Monday, March 25, 2024

The interconnecting Pieces of Life in Community


For the past couple of weeks the air each morning has smelled like the whole of creation has vacationed in Havana and developed an addiction to cigars.  Smoke permeates the atmosphere, and, with any time outdoors, our clothes.  It gets in your nostrils. It permeates your hair. Some days are worse than others, but everyday the tendrils of the smoke wrap themselves around your very psyche and squeeze.  We tried to sit out on the deck on a few recently warm late afternoons, but we couldn’t stay.  The smell got to us.  Our solar panels aren’t doing so well either what with the smoke veiling the sun.


I have only scattered and indeterminate ideas as to the source.  The cornfield across the road looks singed, but I’ve seen no fire to account for it.  A few miles away the culverts have been burned, which surely accounts for some of the scent, but there isn’t evidence of continuous burning, and none in recent days.  But still the smoke persists.  Someone, somewhere nearby perhaps is clearing land and burning trees, but the duration and intensity of the smell suggests a fire of such a scale as to be noticed.  


But nothing.  No word on the news, nor social media.  Nothing.  Nothing, that is, except the smoke.  


I’m not casting aspersions.  Don’t hear in my voice any condemnation or disapproval.  Years ago, B.J. Thomas had a song on the radio that asked, “Hey, won’t you play another ‘somebody done somebody wrong’ song.”  I liked the song, but that’s not what’s been playing on my jukebox.  I’m neither whining nor complaining; simply noticing.  And thinking about our intertwinement.  No one starts a bonfire in isolation.  All of us participate in one way or another, whether we like it or not.  Or as John Muir once observed, “When we try to pick out anything by itself, we find it hitched to everything else in the Universe."


Take Dwayne for example.  Dwayne is the foster rooster who came to join our flock a few years ago as a favor to friends who live in an area inhospitable to anything that makes a sound.  And this guy, indeed, makes a sound!  Far from content with merely crowing up the sun, Dwayne can be heard to have a cockadoodledo of a comment about virtually everything - all day.  And he’s loud.  Surely our neighbors hear him, even out here in the country.  But thus far they haven’t used Dwayne for target practice.  Perhaps they find him quaint, or simply part of the price of living in the country.  

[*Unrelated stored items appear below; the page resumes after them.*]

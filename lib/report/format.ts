/** Number formatting of the report: fixed decimals, a real minus sign, thin grouping for money. */

/**
 * A number with fixed decimals and a real minus sign ("−0.12"); "—" for null or non-finite values.
 * @example fixed(-0.123, 2) // "−0.12"
 */
export function fixed(value: number | null | undefined, decimals: number): string {
  if (value === null || value === undefined || !Number.isFinite(value)) return "—";
  const s = value.toFixed(decimals);
  return Number(s) === 0 ? (0).toFixed(decimals) : s.replace(/^-/, "\u2212");
}

/** A value with its unit, separated by a no-break space: withUnit(0.4, 2, "s") → "0.40 s". */
export function withUnit(value: number | null | undefined, decimals: number, unit: string): string {
  const v = fixed(value, decimals);
  return v === "—" ? v : `${v}\u00a0${unit}`;
}

/** Signed difference, e.g. "+1.2" or "−0.30". */
export function signed(value: number, decimals: number): string {
  const s = fixed(value, decimals);
  return value > 0 && s !== (0).toFixed(decimals) ? `+${s}` : s;
}

/** Money as entered in the firm's currency: two decimals, thousands grouped with commas. */
export function money(value: number): string {
  const [int, dec] = Math.abs(value).toFixed(2).split(".");
  const grouped = int!.replace(/\B(?=(\d{3})+(?!\d))/g, ",");
  return `${value < 0 ? "\u2212" : ""}${grouped}.${dec}`;
}

/** Frequency label of an octave band: 63 → "63 Hz", 1000 → "1 kHz". */
export function bandLabel(nominalHz: number): string {
  return nominalHz >= 1000 ? `${nominalHz / 1000}\u00a0kHz` : `${nominalHz}\u00a0Hz`;
}

const MONTHS = ["January", "February", "March", "April", "May", "June", "July", "August", "September", "October", "November", "December"];

/** A date in words, in UTC: "1 December 2026". */
export function longDate(d: Date): string {
  return `${d.getUTCDate()} ${MONTHS[d.getUTCMonth()]} ${d.getUTCFullYear()}`;
}

/** Date and time in UTC: "1 December 2026, 19:42 UTC". */
export function longDateTime(d: Date): string {
  return `${longDate(d)}, ${String(d.getUTCHours()).padStart(2, "0")}:${String(d.getUTCMinutes()).padStart(2, "0")} UTC`;
}
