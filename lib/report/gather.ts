import "server-only";
import type { Kysely } from "kysely";
import { analysisItemOf, loadAnalysisRoom } from "@/db/queries/analysis";
import type { Project } from "@/db/queries/projects";
import type { Report, ReportRevision } from "@/db/queries/reports";
import type { Room } from "@/db/queries/rooms";
import { reportPhotos } from "@/db/queries/files";
import { compareScenarios, listScenarios } from "@/db/queries/scenarios";
import type { Database } from "@/db/schema";
import { analyzeScenario } from "@/lib/analysis";
import { AppError } from "@/lib/api/errors";
import type { Actor } from "@/lib/auth/actor";
import { DEFAULT_TARGET } from "@/lib/schemas/workspace";
import { loadReportPhotos } from "@/lib/storage/room-files";
import { objectStorage } from "@/lib/storage/storage";
import type { ReportInput, ReportScenarioInput } from "./types";

/**
 * Collects what a report is made of from the workspace: the room with its surfaces and positions,
 * the chosen scenarios with fresh lib/analysis results (the same `compareScenarios` the comparison
 * screen uses), and the baseline as "before". The caller has checked report.compose / report.issue.
 */
export async function gatherReportInput(
  db: Kysely<Database>,
  actor: Actor,
  ctx: { report: Report; revision: ReportRevision; project: Project; room: Room; firm: { name: string; contactEmail: string | null } },
  opts: { issuedAt: Date; status: "draft" | "issued"; signature: ReportInput["signature"] },
): Promise<ReportInput> {
  const { revision, room } = ctx;
  if (revision.scenarioIds.length === 0) throw new AppError("bad_request", "Choose at least one scenario for the report.", { scenarioIds: ["choose at least one scenario"] });
  const summaries = await listScenarios(db, actor, room.id, { includeArchived: true });
  const baseline = summaries.find((s) => s.isBaseline);
  const ids = [...new Set([...(baseline ? [baseline.id] : []), ...revision.scenarioIds])];
  const full = await compareScenarios(db, actor, room.id, ids);
  const toInput = (s: (typeof full)[number]): ReportScenarioInput => ({
    id: s.id,
    name: s.name,
    isBaseline: s.isBaseline,
    notes: s.notes,
    analysis: { target: s.target, items: s.items.map(analysisItemOf) },
    results: s.results,
  });
  const analysisRoom = await loadAnalysisRoom(db, room.id);
  const chosen = revision.scenarioIds.map((id) => full.find((s) => s.id === id)).filter((s) => s !== undefined).map(toInput);
  if (chosen.length === 0) throw new AppError("bad_request", "The chosen scenarios no longer exist in this room.", { scenarioIds: ["choose scenarios of this room"] });
  const baseFull = baseline ? full.find((s) => s.id === baseline.id) : undefined;
  const rec = chosen[chosen.length - 1]!;
  const before: ReportScenarioInput = baseFull
    ? toInput(baseFull)
    : { id: "untreated", name: "Untreated", isBaseline: true, notes: "", analysis: { target: rec.analysis.target ?? DEFAULT_TARGET, items: [] }, results: analyzeScenario(analysisRoom, { target: rec.analysis.target, items: [] }) };
  return {
    firm: ctx.firm,
    project: { name: ctx.project.name, clientName: ctx.project.clientName, siteAddress: ctx.project.siteAddress },
    room: { ...analysisRoom, name: room.name },
    engineerName: actor.name,
    number: ctx.report.number,
    revision: revision.revision,
    issuedAt: opts.issuedAt,
    paperSize: revision.paperSize,
    status: opts.status,
    note: revision.note,
    before,
    scenarios: chosen,
    signature: opts.signature,
    photos: await chosenPhotos(db, room.id),
  };
}

/** The room's photos the engineer chose for the report, as JPEG; null when none are chosen. */
async function chosenPhotos(db: Kysely<Database>, roomId: string): Promise<ReportInput["photos"]> {
  if ((await reportPhotos(db, roomId)).length === 0) return null;
  const images = await loadReportPhotos(db, objectStorage(), roomId);
  return images.map((p) => ({ caption: p.caption || p.name, data: Buffer.from(p.jpeg), format: "jpg" as const }));
}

And before long the farmer across the road will fire up his equipment belching anhydrous ammonia for all the world to smell, and we’ll once again be looking for indoor distractions and occupations until the breeze can clear the stench.  Again, it’s part of our interconnected bucolic bliss.  He is certainly entitled, and owes me neither apology nor explanation.  But while we derive no benefit from the crop he will eventually - hopefully - harvest (there are, after all, no guarantees) we make our own olfactory investment in the process just by being where we are.


Because what one of us does, all of us experience.  We are inextricably tied together.  We affect each other - affect each other, too, as far as that goes.  Out in the country, or deep in the city, there are no isolation chambers keeping us pristinely separate.  Nor would I want there to be.


At the gym where we walk on the track up above an older man frequently occupies the floor shooting baskets.  It’s only him, all alone on the hardwood, shooting baskets by himself.  And he’s good, swishing the net from corner to free-throw line and points in-between; underhanded, overhanded, hook shots and trick shots.  He doesn’t hit them all, but his average is good.  The thing is, though, it’s hardly a game.  Basketball is not finally a drill, it’s a team sport; with other people and all.  There is passing and assisting and rebounding and plays; there’s offense and defense and fouls and blocks - none of which is possible with but one player occupying the court.


But sometimes we live like that, as though we were the only shooter on the floor, throwing up ball after ball, oblivious to all the others smelling our smoke.